Reviews

Confessions of an Alleged Good Girl

Monique is a preacher’s daughter who detests the impossible rules of her religion. Everyone expects her to wait until marriage, so she has no one to turn to when she discovers that she physically can’t have sex.

After two years of trying and failing, her boyfriend breaks up with her. To win him back, Monique teams up with straight-laced church girl Sasha–who is surprisingly knowledgeable about Monique’s condition–as well as Reggie, the misunderstood bad boy who always makes a ruckus at church, and together they embark upon a top-secret search for the cure.

While on their quest, Monique discovers the value of a true friend and the wonders of a love that accepts her for who she is. Despite everyone’s opinions about her virtue, she learns to live for herself, inspiring us all to reclaim our bodies and unapologetically love ourselves.

This book was an absolute delight to read. When I started the book, I wasn’t too sure about it as the mum and boyfriend seemed to be just awful, like your classic mean mum and manipulative boyfriend. I was worried that I wouldn’t be able to get past that.
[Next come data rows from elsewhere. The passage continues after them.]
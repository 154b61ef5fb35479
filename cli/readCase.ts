/**
 * Reading a case file at the edge: file → JSON.parse (never eval) → parseCase → plan, with messages a user can act on.
 * The file is read with a size limit (a case file is a few kilobytes; `/dev/zero` or a log file passed by mistake must
 * not grow the process without end), and the plan is checked against the machine's memory, which only the command
 * line knows (os.totalmem()); the engine takes it as a plain number.
 */
import { closeSync, openSync, readSync } from 'node:fs';
import { totalmem } from 'node:os';
import { parseCase, type Case } from '../engine/case/schema';
import { plan, type Plan } from '../engine/plan/plan';
import { CliError } from './errors';
import { jsonErrorOffset, locationOf } from './jsonErrorLocation';

/** Largest case, sample or checkpoint file read as JSON (bytes). */
export const MAX_JSON_FILE_BYTES = 64 * 1024 * 1024;

/** Reads at most limitBytes + 1 bytes (so it sees the file is larger), from files, pipes and devices alike. */
function readLimited(path: string, limitBytes: number): string {
  const fd = openSync(path, 'r');
  try {
    const chunks: Buffer[] = [];
    let total = 0;
    const chunk = Buffer.allocUnsafe(1 << 20);
    for (;;) {
      const n = readSync(fd, chunk, 0, chunk.length, null);
      if (n === 0) break;
      chunks.push(Buffer.from(chunk.subarray(0, n)));
      total += n;
      if (total > limitBytes)
        throw new CliError(
          `cannot read ${path}: it is larger than ${limitBytes / (1024 * 1024)} MB, the limit for a case file (a case file is a few kilobytes of JSON)`,
        );
    }
    return Buffer.concat(chunks).toString('utf8');
  } finally {
    closeSync(fd);
  }
}

/** Reads and parses a JSON file; throws CliError naming the file and, for bad JSON, the line and column. */
export function readJsonFile(path: string): unknown {
  let text: string;
  try {
    text = readLimited(path, MAX_JSON_FILE_BYTES);
  } catch (e) {
    if (e instanceof CliError) throw e;
    const code = (e as NodeJS.ErrnoException).code;
    const why =
      code === 'ENOENT' ? 'no such file' : code === 'EISDIR' ? 'it is a folder, not a file' : (e as Error).message;
    throw new CliError(`cannot read ${path}: ${why}`);
  }
  if (text.charCodeAt(0) === 0xfeff) text = text.slice(1); // byte-order mark some editors write
  try {
    return JSON.parse(text);
  } catch (e) {
    const offset = jsonErrorOffset(text);
    const where =
      offset >= 0 ? (({ line, column }) => ` at line ${line}, column ${column}`)(locationOf(text, offset)) : '';
    throw new CliError(`${path} is not valid JSON${where}: ${(e as Error).message}`);
  }
}

/** Parses an integer seed given on the command line (the schema checks its range). */
export function parseSeedOption(text: string): number {
  if (!/^\d+$/.test(text.trim())) throw new CliError(`--seed must be a whole number ≥ 0, not "${text}"`);
  return Number(text.trim());
}

/**
 * Validates and plans a case read from `source`. `seed` overrides the file's seed before validation (so its range
 * is checked like any other field). Throws CliError with one line per problem, each naming the field.
 */
export function validateAndPlan(
  raw: unknown,
  source: string,
  options: { seed?: number } = {},
): { caseData: Case; plan: Plan } {
  let input = raw;
  if (options.seed !== undefined && input !== null && typeof input === 'object' && !Array.isArray(input)) {
    input = { ...(input as Record<string, unknown>), seed: options.seed };
  }
  const parsed = parseCase(input);
  if (!parsed.ok)
    throw new CliError(`${source} is not a valid case:\n${parsed.errors.map((m) => `  ${m}`).join('\n')}`);
  // The machine's memory, less a share for the system and the process itself.
  const planned = plan(parsed.value, { memoryBudgetBytes: 0.8 * totalmem() });
  if (!planned.ok)
    throw new CliError(`${source} cannot run as set up:\n${planned.errors.map((m) => `  ${m}`).join('\n')}`);
  return { caseData: parsed.value, plan: planned.plan };
}

/** readJsonFile + validateAndPlan. */
export function loadCase(path: string, options: { seed?: number } = {}): { caseData: Case; plan: Plan } {
  return validateAndPlan(readJsonFile(path), path, options);
}
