// Types for bin/cli-build.mjs (imported by TypeScript from tests/setup).
export declare const repoRoot: string;
export declare const cliBundle: string;
export declare const cliEntry: string;
export declare function cliBuildIsStale(): boolean;
export declare function buildCli(options?: { onlyIfStale?: boolean }): Promise<boolean>;
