/**
 * Where a JSON text stops being valid JSON (RFC 8259), as line and column. Node 20's JSON.parse messages often give
 * no position, so after JSON.parse has failed this small scanner finds it. It only locates errors; JSON.parse stays
 * the parser.
 */

export interface TextLocation {
  /** 1-based. */
  line: number;
  /** 1-based, in UTF-16 code units. */
  column: number;
}

class Stop {
  constructor(readonly at: number) {}
}

/** Offset of the first syntax error in `text`, or -1 when the text is valid JSON. */
export function jsonErrorOffset(text: string): number {
  let i = 0;
  const fail = (): never => {
    throw new Stop(i);
  };
  const ws = () => {
    while (i < text.length && ' \t\n\r'.includes(text[i])) i++;
  };
  const literal = (word: string) => {
    for (const ch of word)
      if (text[i++] !== ch) {
        i--;
        fail();
      }
  };
  const digits = () => {
    if (!(text[i] >= '0' && text[i] <= '9')) fail();
    while (text[i] >= '0' && text[i] <= '9') i++;
  };
  const number = () => {
    if (text[i] === '-') i++;
    if (text[i] === '0') i++;
    else digits();
    if (text[i] === '.') {
      i++;
      digits();
    }
    if (text[i] === 'e' || text[i] === 'E') {
      i++;
      if (text[i] === '+' || text[i] === '-') i++;
      digits();
    }
  };
  const string = () => {
    i++; // opening quote
    for (;;) {
      if (i >= text.length) fail();
      const ch = text[i];
      if (ch === '"') {
        i++;
        return;
      }
      if (ch < ' ') fail();
      if (ch === '\\') {
        i++;
        const e = text[i];
        if (e === 'u') {
          for (let k = 1; k <= 4; k++)
            if (!/[0-9a-fA-F]/.test(text[i + k] ?? '')) {
              i += k;
              fail();
            }
          i += 5;
        } else if (e !== undefined && '"\\/bfnrt'.includes(e)) i++;
        else fail();
      } else i++;
    }
  };
  const value = (): void => {
    ws();
    const ch = text[i];
    if (ch === '{') {
      i++;
      ws();
      if (text[i] === '}') {
        i++;
        return;
      }
      for (;;) {
        ws();
        if (text[i] !== '"') fail();
        string();
        ws();
        if (text[i] !== ':') fail();
        i++;
        value();
        ws();
        if (text[i] === ',') {
          i++;
          continue;
        }
        if (text[i] === '}') {
          i++;
          return;
        }
        fail();
      }
    }
    if (ch === '[') {
      i++;
      ws();
      if (text[i] === ']') {
        i++;
        return;
      }
      for (;;) {
        value();
        ws();
        if (text[i] === ',') {
          i++;
          continue;
        }
        if (text[i] === ']') {
          i++;
          return;
        }
        fail();
      }
    }
    if (ch === '"') return string();
    if (ch === 't') return literal('true');
    if (ch === 'f') return literal('false');
    if (ch === 'n') return literal('null');
    if (ch === '-' || (ch >= '0' && ch <= '9')) return number();
    fail();
  };
  try {
    value();
    ws();
    if (i < text.length) fail();
    return -1;
  } catch (e) {
    if (e instanceof Stop) return e.at;
    throw e;
  }
}

/** 1-based line and column of a string offset. */
export function locationOf(text: string, offset: number): TextLocation {
  let line = 1;
  let lineStart = 0;
  for (let k = 0; k < offset && k < text.length; k++) {
    if (text[k] === '\n') {
      line++;
      lineStart = k + 1;
    }
  }
  return { line, column: offset - lineStart + 1 };
}
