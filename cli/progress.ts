/**
 * The progress line of `tenuis run` on stderr: phase, step/total, percent, elapsed and estimated remaining time.
 * On a terminal one line is redrawn in place (\r) a few times a second; otherwise (a log file, CI) a full line is
 * written every few seconds so logs stay short.
 */
import { duration } from './format';

export interface ProgressOptions {
  readonly stream: { write(text: string): unknown; isTTY?: boolean };
  readonly totalSteps: number;
  readonly transientSteps: number;
  /** Time source in ms. */
  readonly now?: () => number;
  /** Minimum ms between redraws on a terminal (default 200) and between lines otherwise (default 5000). */
  readonly ttyIntervalMs?: number;
  readonly lineIntervalMs?: number;
}

export interface Progress {
  /** Reports that `stepsDone` of totalSteps are done; draws when due. */
  update(stepsDone: number): void;
  /** Draws the final state and ends the line. */
  finish(stepsDone: number): void;
  /** Ends an in-place line without drawing again (before printing something else). */
  clear(): void;
  /** Text appended to the line from now on (e.g. the precision reached and the time to the target). */
  setNote(text: string): void;
  /** New totals, when the end of an automatic transient (and so the run's length) becomes known or is re-estimated. */
  setTotals(totalSteps: number, transientSteps: number): void;
}

export function progressText(
  stepsDone: number,
  o: { totalSteps: number; transientSteps: number },
  elapsedS: number,
): string {
  const phase = stepsDone < o.transientSteps ? 'transient' : 'sampling';
  const pct = o.totalSteps > 0 ? (100 * stepsDone) / o.totalSteps : 100;
  // Extrapolated from the mean rate so far; shown as "?" until there is a fraction of a second to go by.
  const remaining = stepsDone > 0 && elapsedS >= 0.3 ? (elapsedS * (o.totalSteps - stepsDone)) / stepsDone : NaN;
  const width = String(o.totalSteps).length;
  return `${phase.padEnd(9)} step ${String(stepsDone).padStart(width)}/${o.totalSteps}  ${pct.toFixed(0).padStart(3)}%  elapsed ${duration(elapsedS)}  remaining ~${duration(remaining)}`;
}

export function createProgress(options: ProgressOptions): Progress {
  const o = { ...options };
  const now = o.now ?? (() => performance.now());
  const tty = o.stream.isTTY === true;
  const interval = tty ? (o.ttyIntervalMs ?? 200) : (o.lineIntervalMs ?? 5000);
  const start = now();
  let last = tty ? start : start - interval; // a log gets its first line at once
  let open = false;
  let note = '';
  const draw = (stepsDone: number) => {
    const text = progressText(stepsDone, o, (now() - start) / 1000) + (note ? `  ${note}` : '');
    if (tty) {
      o.stream.write(`\r${text}\x1b[K`);
      open = true;
    } else o.stream.write(`${text}\n`);
  };
  return {
    update(stepsDone) {
      const t = now();
      if (t - last < interval) return;
      last = t;
      draw(stepsDone);
    },
    finish(stepsDone) {
      if (tty) {
        draw(stepsDone);
        this.clear();
      }
    },
    clear() {
      if (open) o.stream.write('\n');
      open = false;
    },
    setNote(text) {
      note = text;
    },
    setTotals(totalSteps, transientSteps) {
      o.totalSteps = totalSteps;
      o.transientSteps = transientSteps;
    },
  };
}
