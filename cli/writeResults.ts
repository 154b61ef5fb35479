/**
 * Writes result files so that a run leaves either all of them or none: everything goes into a temporary sibling
 * folder first, which is renamed into place at the end (same parent, hence same file system, so rename is atomic).
 * When the output folder already exists, each file is renamed into it one by one — files of other names in it are
 * left alone, and each replaced file is swapped atomically.
 */
import { existsSync, mkdirSync, mkdtempSync, renameSync, rmSync, statSync, writeFileSync } from 'node:fs';
import { basename, dirname, join, resolve } from 'node:path';
import { CliError } from './errors';

/**
 * Checks, before a run starts, that `dir` can become the output folder: it is not a file, and no existing ancestor
 * is a file. Creates nothing.
 */
export function checkOutputDir(dir: string): void {
  let p = resolve(dir);
  if (existsSync(p) && !statSync(p).isDirectory()) throw new CliError(`--out ${dir}: exists and is not a folder`);
  for (;;) {
    const parent = dirname(p);
    if (parent === p) return;
    p = parent;
    if (existsSync(p)) {
      if (!statSync(p).isDirectory()) throw new CliError(`--out ${dir}: ${p} is a file, not a folder`);
      return;
    }
  }
}

/** Writes `files` (name → text, UTF-8) into `dir` all together or not at all. */
export function writeResultsAtomically(dir: string, files: Readonly<Record<string, string>>): void {
  const target = resolve(dir);
  const parent = dirname(target);
  mkdirSync(parent, { recursive: true });
  const staging = mkdtempSync(join(parent, `.${basename(target)}.partial-`));
  try {
    for (const [name, text] of Object.entries(files)) writeFileSync(join(staging, name), text, 'utf8');
    if (!existsSync(target)) {
      renameSync(staging, target);
      return;
    }
    for (const name of Object.keys(files)) renameSync(join(staging, name), join(target, name));
    rmSync(staging, { recursive: true, force: true });
  } catch (e) {
    rmSync(staging, { recursive: true, force: true });
    throw new CliError(`could not write the results into ${dir}: ${(e as Error).message}`);
  }
}

/** Writes one binary file via a temporary sibling and a rename, so it is either complete or absent. */
export function writeBinaryAtomically(path: string, data: ArrayBuffer): void {
  const target = resolve(path);
  mkdirSync(dirname(target), { recursive: true });
  const temp = `${target}.partial-${process.pid}`;
  try {
    writeFileSync(temp, new Uint8Array(data));
    renameSync(temp, target);
  } catch (e) {
    rmSync(temp, { force: true });
    throw new CliError(`could not write ${path}: ${(e as Error).message}`);
  }
}
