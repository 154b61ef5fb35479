/**
 * The run sizing on the command line (engine/sizing/runSizing.ts): `tenuis check` shows it, `tenuis run` applies
 * it when the case leaves sampling.sampleSteps unset and no --target, --max-steps or --max-seconds is given.
 */
import { totalmem } from 'node:os';
import type { Case } from '../engine/case/schema';
import type { Plan } from '../engine/plan/plan';
import { DEFAULT_CAP_SECONDS, sizedPlanOf, type NotSized, type RunSizing } from '../engine/sizing/runSizing';
import { CliError, type UsageError } from './errors';

export interface SizedRun {
  readonly caseData: Case;
  readonly plan: Plan;
  readonly sizing: RunSizing | NotSized;
}

/** --time-cap S: the sizing's wall-clock cap, seconds (default 300). */
export function parseTimeCap(text: string | undefined, usage: (m: string) => UsageError): number {
  if (text === undefined) return DEFAULT_CAP_SECONDS;
  const v = Number(text);
  if (!Number.isFinite(v) || v <= 0) throw usage(`--time-cap ${text}: give the cap in seconds, a number above 0`);
  return v;
}

/** --tolerance T: the verdict's tolerance, a fraction (0.05) or a percentage (5%), above 0 and at most 100 %. */
export function parseTolerance(text: string, usage: (m: string) => UsageError): number {
  const percent = text.trim().endsWith('%');
  const v = Number((percent ? text.trim().slice(0, -1) : text).trim());
  const value = percent ? v / 100 : v;
  if (!(Number.isFinite(value) && value > 0 && value <= 1))
    throw usage(
      `--tolerance ${text}: give the relative deviation a model may have, e.g. 0.05 or 5% (above 0, at most 100 %)`,
    );
  return value;
}

/** The case and its plan with the verdict tolerance set (comparison.tolerance), so the case as run records it. */
export function withTolerance(
  loaded: { caseData: Case; plan: Plan },
  tolerance: number,
): { caseData: Case; plan: Plan } {
  const caseData = { ...loaded.caseData, comparison: { ...loaded.caseData.comparison, tolerance } };
  return { caseData, plan: { ...loaded.plan, caseData } };
}

/** The case sized for its headline (applied when `apply` and the case leaves its sampling open). */
export function sizedRunOf(
  caseData: Case,
  plan: Plan,
  options: { readonly replicas: number; readonly capSeconds: number; readonly apply: boolean },
): SizedRun {
  const sized = sizedPlanOf(
    plan,
    {
      replicas: options.replicas,
      capSeconds: options.capSeconds,
      keepSamplingBecause: options.apply
        ? undefined
        : 'the run sets its own budget (--target, --max-steps or --max-seconds)',
    },
    { memoryBudgetBytes: 0.8 * totalmem() },
  );
  if (!sized.sizing.sized && sized.sizing.reason.startsWith('the sized case cannot run'))
    throw new CliError(sized.sizing.reason);
  return sized.plan === plan ? { caseData, plan, sizing: sized.sizing } : { caseData: sized.plan.caseData, ...sized };
}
I needn’t have worried as by 8% I was hooked and I realised that first impressions of some of the characters were not accurate.

I absolutely loved Monique and how much she grew as a character. I really liked Sasha and totally understood her character and she felt super relatable. Reggie was silly and fun and I think 17 year old me would have wanted to be his friend. I loved the friendship story and it felt so authentic and was really supportive and sweet.

The amount of strong female representation in this book made me just so happy! Monique’s mum didn’t make a good first impression on me but by the middle/last third of the book I was cheering her on. I also absolutely adored Monique’s auntie and Reggie’s mum, it was so nice having their friendship along with the teenage friendship.

I got so annoyed during this book as some of the actions of the characters were so terrible yet were so realistic. I was enraged by Monique’s father. Monique’s (ex) boyfriend was a sleazy sleazebag and I could see that straight away. I think that’s the perk of being an adult reading Young Adult, I can see situations with my adult eyes when I know 100% I fell for some ridiculous lines in my teens (and 20s).

This book covered some very serious topics and raised awareness of a condition that affects many people who don’t even realise that it is a thing. I genuinely think that this book could change lives. I think that the way that this book discussed sex was really healthy. This is a book that I would definitely encourage my step kids to read when they’re a little older as it was a really good story about attitude towards sex and knowing your own body.

I received this book from NetGalley in exchange for an honest review. I really enjoyed reading this book and will be looking out for more books by this author as I lived their characters and their writing left me feeling warm and fuzzy. I also happy cried during this book.